Oubai Shahbandar writes: We cannot relive history, but whitewashing the past to make geopolitical points against allies is a self defeating exercise meant to cover up one’s own tragic mistakes – that have proven beyond costly for everyone involved in Syria. – TRT World

North Africa

Tunisia has long been regarded as a pioneer for women’s rights in the Arab world, but the day-to-day life of many Tunisian women is still one of abuse and harassment. So when Parliament passed a measure last week outlawing violence against women, some burst into ululation and passed around bouquets of jasmine. – New York Times

Six years after the revolution that toppled dictator Moammar Gaddafi, the mood in this volatile capital is a meld of hopelessness and gloom. Diplomatic and military efforts by the United States and its allies have failed to stabilize the nation; its denouement remains far from clear. Most Libyans sense that the worst is yet to come. – Washington Post

Emily Estelle writes: The administration’s interest in Libya is well-placed. The U.S. must look beyond Haftar to develop a comprehensive strategy that will bring the greatest return on investment—a stable Libya that breaks the cycle of continuous intervention. – AEI’s Critical Threats

Arabian Peninsula

Iran's Revolutionary Guards have started using a new route across the Gulf to funnel covert arms shipments to their Houthi allies in Yemen's civil war, sources familiar with the matter have told Reuters. - Reuters

Hundreds of people have fled a town in eastern Saudi Arabia where government forces are fighting Shi'ite Muslim gunmen, activists and Saudi media reported on Tuesday. - Reuters

Dennis Ross writes: Unlike Messrs. Kissinger and Baker, Mr. Tillerson can’t count on the White House’s messaging to reinforce his diplomacy. Unless he wants to see his authority slowly erode over time, Mr.
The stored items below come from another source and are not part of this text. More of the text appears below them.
import { describe, expect, it } from 'vitest';
import { analyseDataset } from './analyse-dataset.ts';
import type { Series } from './types.ts';

const relative = (actual: number | null | undefined, expected: number, tolerance: number) => {
  expect(actual).not.toBeNull();
  expect(Math.abs((actual as number) - expected) / Math.abs(expected)).toBeLessThan(tolerance);
};

/** Noise-free second-order series C = C0/(1 + k·C0·t), C0 = 1 M, sampled to about 60 % conversion. */
function secondOrderSeries(temperatureC: number, k: number): Series {
  const halfLife = 1 / k;
  const observations = [0, 1, 2, 3, 4, 5, 6].map((step) => {
    const time = (step * halfLife) / 4;
    return { time, value: 1 / (1 + k * time) };
  });
  return { id: `HI @ ${temperatureC} °C`, observations, timeUnit: 's', valueUnit: 'M', temperatureC };
}

// 2 HI → H2 + I2: k at 283, 356, 393, 427, 508 °C from McMurry & Fay, Chemistry, Worked Example
// 12.13. OLS of ln k on 1/T gives Ea = 186.3 kJ/mol, 95 % CI [176.6, 196.0], ln A = 25.311 and
// k(293 °C) = 6.35e-7 M⁻¹ s⁻¹ (computed independently with numpy, not published;
// docs/methods.md#worked-examples).
const HYDROGEN_IODIDE: [number, number][] = [
  [283, 3.52e-7],
  [356, 3.02e-5],
  [393, 2.19e-4],
  [427, 1.16e-3],
  [508, 3.95e-2],
];

// N2O5 in CCl4 at 45 °C (Eyring & Daniels 1930): NLS first-order k = 6.213e-4 1/s (computed with scipy).
const DINITROGEN_PENTOXIDE: Series = {
  id: 'N2O5',
  timeUnit: 's',
  valueUnit: 'mol/L',
  observations: [
    [0, 2.33],
    [184, 2.08],
    [319, 1.91],
    [526, 1.67],
    [867, 1.36],
    [1198, 1.11],
    [1877, 0.72],
    [2315, 0.55],
    [3144, 0.34],
  ].map(([time, value]) => ({ time: time as number, value: value as number })),
};

describe('analyseDataset', () => {
  it('recovers the published Arrhenius fit of the HI decomposition from series at five temperatures', () => {
    const result = analyseDataset(
      HYDROGEN_IODIDE.map(([temperature, k]) => secondOrderSeries(temperature, k)),
      { order: 2, storageTemperatureC: 293 },
    );
    const arrhenius = result.arrhenius;
    expect(arrhenius?.order).toBe(2);
    expect(arrhenius?.orderSource).toBe('analyst');
    expect(arrhenius?.kUnit).toBe('1/(M·s)');
    expect(arrhenius?.rateConstants).toHaveLength(5);
    for (const [index, [, k]] of HYDROGEN_IODIDE.entries())
      relative(arrhenius?.rateConstants[index]?.k, k, 1e-6);
    relative(arrhenius?.fit?.activationEnergy, 186.3e3, 5e-4);
    relative(arrhenius?.fit?.activationEnergyInterval?.[0], 176.6e3, 5e-4);
    relative(arrhenius?.fit?.activationEnergyInterval?.[1], 196.0e3, 5e-4);
    relative(arrhenius?.fit?.lnPreExponentialFactor, 25.311, 5e-4);
    relative(arrhenius?.prediction?.rateConstant, 6.35e-7, 5e-3);
    expect(arrhenius?.prediction?.extrapolation).toBeNull();
    // Second order: t90 depends on the initial value, so none is given at the storage temperature.
    expect(arrhenius?.prediction?.t90).toBeNull();
    expect(result.methodStatement.temperature).toMatch(/analyst's second order/);
  });

  it('chooses the common order by summed AICc and gives t90 = ln(10/9)/k at the storage temperature', () => {
    // Noise-free first-order loss with Ea = 100 kJ/mol (Arrhenius law, IUPAC Gold Book A00446).
    const gasConstant = 8.31446261815324;
    const k40 = 0.02;
    const series: Series[] = [40, 50, 60, 70].map((temperatureC) => {
      const k = k40 * Math.exp((-100e3 / gasConstant) * (1 / (temperatureC + 273.15) - 1 / 313.15));
      const observations = [0, 1, 2, 3, 4, 5, 6].map((step) => {
        const time = (step * 0.25) / k;
        return { time, value: 100 * Math.exp(-k * time) * (1 + (step % 2 === 0 ? 1 : -1) * 2e-4) };
      });
      return { id: `lot @ ${temperatureC}`, observations, timeUnit: 'd', valueUnit: '%', temperatureC };
    });
    const result = analyseDataset(series, { storageTemperatureC: 25 });
    expect(result.arrhenius?.order).toBe(1);
    expect(result.arrhenius?.orderSource).toBe('data');
    relative(result.arrhenius?.fit?.activationEnergy, 100e3, 2e-3);
    const prediction = result.arrhenius?.prediction;
    expect(prediction?.extrapolation).toBe('below-fitted-range');
    relative(prediction?.t90?.estimate, Math.log(10 / 9) / (prediction?.rateConstant ?? 1), 1e-12);
    const [low, high] = prediction?.confidenceInterval ?? [0, 0];
    expect(prediction?.t90?.ci).toEqual([Math.log(10 / 9) / high, Math.log(10 / 9) / low]);
    expect(result.warnings.map((warning) => warning.code)).toContain('arrhenius-extrapolation');
  });

  it('reports a series it cannot analyse and goes on with the others', () => {
    const single: Series = {
      id: 'all at zero',
      timeUnit: 's',
      valueUnit: 'mol/L',
      observations: [2.3, 2.31, 2.29].map((value) => ({ time: 0, value })),
    };
    const result = analyseDataset([single, DINITROGEN_PENTOXIDE]);
    expect(result.series[0]?.analysis).toBeNull();
    expect(result.series[0]?.error?.code).toBe('single-time');
    expect(result.series[1]?.analysis?.selectedOrder).toBe(1);
    relative(result.series[1]?.analysis?.models[1]?.k, 6.213e-4, 1e-3);
    expect(result.arrhenius).toBeNull();
    expect(result.shelfLife).toBeNull();
    expect(result.warnings[0]).toMatchObject({ code: 'series-not-analysed' });
    expect(result.methodStatement.text).toMatch(/Not analysed: all at zero \(/);
  });

  it('leaves a series without measurable loss out of the Arrhenius fit, with the reason', () => {
    const flat: Series = {
      id: 'flat @ 5',
      timeUnit: 'd',
      valueUnit: '%',
      temperatureC: 5,
      observations: [0, 1, 2, 3, 4, 5].map((time) => ({
        time,
        value: 100 + (time % 2 === 0 ? 0.05 : -0.05) + time * 0.2,
      })),
    };
    const falling = [40, 60].map((temperatureC, index) => ({
      id: `fall @ ${temperatureC}`,
      timeUnit: 'd',
      valueUnit: '%',
      temperatureC,
      observations: [0, 1, 2, 3, 4, 5].map((time) => ({
        time,
        value: 100 * Math.exp(-(index + 1) * 0.1 * time) + (time % 2 ? 0.05 : -0.05),
      })),
    }));
    const result = analyseDataset([flat, ...falling], { order: 1 });
    expect(result.arrhenius?.excludedSeries).toEqual([
      { id: 'flat @ 5', reason: expect.stringMatching(/is not positive \(no measurable loss\)/) },
    ]);
    expect(result.arrhenius?.rateConstants.map((point) => point.temperatureC)).toEqual([40, 60]);
    expect(result.arrhenius?.fit?.intervalUnavailableReason).not.toBeNull();
  });

  it('evaluates ICH Q1E per condition with the direction taken from the limits, JSON-safe throughout', () => {
    // Single batch of the q1eShelfLife doc example (lower 95 % one-sided limit meets 95 at 28.73 months).
    const batch: Series = {
      id: 'B1',
      timeUnit: 'month',
      valueUnit: '%',
      observations: [100.1, 99.5, 99.0, 98.6, 98.1].map((value, index) => ({ time: index * 3, value })),
    };
    const result = analyseDataset([batch], { lowerLimit: 95 });
    const [condition] = result.shelfLife ?? [];
    expect(condition?.transform).toBe('none');
    expect(condition?.result?.method.direction).toBe('decreasing');
    relative(condition?.result?.shelfLife, 28.73, 5e-4);
    expect(JSON.parse(JSON.stringify(result))).toEqual(result);
  });

  it('refuses a confidence level outside (0, 1)', () => {
    expect(() => analyseDataset([DINITROGEN_PENTOXIDE], { confidenceLevel: 1 })).toThrow(/confidence level/);
  });
});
Tillerson needs a high-profile diplomatic success—and soon. The standoff with Qatar provides a perfect opportunity. – Wall Street Journal (subscription required)

Levant

Palestinian child terrorists as young as eight years old are increasingly being radicalized and spurred to carry out terror attacks on Israeli citizens, according to a prominent human rights organization that is accusing the United Nations of covering up the recruitment of child terrorists by Palestinian militant groups. – Washington Free Beacon

His sentiments reflect rising tensions between Lebanon’s 4m people and the nearly 1.5m Syrian refugees who fled into their country, a phenomenon that could have broader consequences for the region. Pressure on refugees to return to a nation wracked by conflict could push them to join the hundreds of thousands of Syrians who have fled to Europe — or spark violence in Lebanon, one of the few states in the region not mired in conflict. – Financial Times

Rep. Mike Gallagher and Mark Dubowitz write: Israeli officials now say that pre-emptive strikes may be necessary to destroy these missile capabilities before they’re operational. The result could be a bloody war that would see thousands of Hezbollah missiles hurled into Israeli airspace, with punishing Israeli reprisals and hundreds—if not thousands—of civilian deaths on both sides. It would be more chaos for Washington policy makers scrambling to manage a region already in flames. – Wall Street Journal (subscription required)

Asia

Afghanistan

A suicide attacker burst into a crowded Shiite mosque in the western Afghan city of Herat during evening prayers Tuesday, spraying the worshipers with gunfire and then killing himself, officials said. – Washington Post

The front lines between Afghan forces and the Taliban have moved little over the past half year, despite an increase in security incidences, according to a recent report by the Special Inspector General for Afghan Reconstruction. – Military Times

A suicide bomber hit a NATO convoy Wednesday in southern Afghanistan, causing an unspecified number of casualties, the U.S. military confirmed. – The Hill

A U.S. government watchdog says Afghan security forces remain "complicit" in the sexual abuse of young boys despite previous warnings and strict penalties for such activities laid out recently by Afghanistan's president. – Radio Free Europe/Radio Liberty

Attacks on the Iraqi embassy and a Shi'ite mosque in Afghanistan have reinforced fears that Islamic State militants are seeking to bring the group's Middle East conflict to Central Asia, though evidence of fighters relocating from Iraq and Syria remains elusive. - Reuters

Two influential Afghan politicians urged President Ashraf Ghani on Tuesday to allow embattled Vice President Rashid Dostum to return home from Turkey, in comments that underlined the tensions threatening the Kabul government. - Reuters

Pakistan

The interim prime minister of Pakistan, picked to temporarily replace his corruption-scarred predecessor, said Tuesday that he had no choice but to take the job but that he was no “bench warmer.” – New York Times

A new push by one of Pakistan's most notorious militant groups to attract female fighters looks like an effort to keep up with Islamic State (IS) and other extremists who have used such appeals to bolster their ranks with women and spread propaganda, close observers of the militants' strategies say. – Radio Free Europe/Radio Liberty

Pakistan's new prime minister, Shahid Khaqan Abbasi, began his first full day in office on Wednesday by meeting his ousted former boss Nawaz Sharif, a signal the ex-premier would continue to wield influence after the Supreme Court disqualified him. - Reuters

Pakistan has extended by two months the house arrest of Hafiz Saeed, accused by the United States of masterminding 2008 attacks on the Indian financial capital of Mumbai that killed 166 people, a government document reviewed by Reuters showed. - Reuters

India

China on Wednesday stepped up pressure on India to withdraw from a weekslong military standoff that shows how the countries’ contest for leadership in Asia is heightening the risk of conflict. – Wall Street Journal (subscription required)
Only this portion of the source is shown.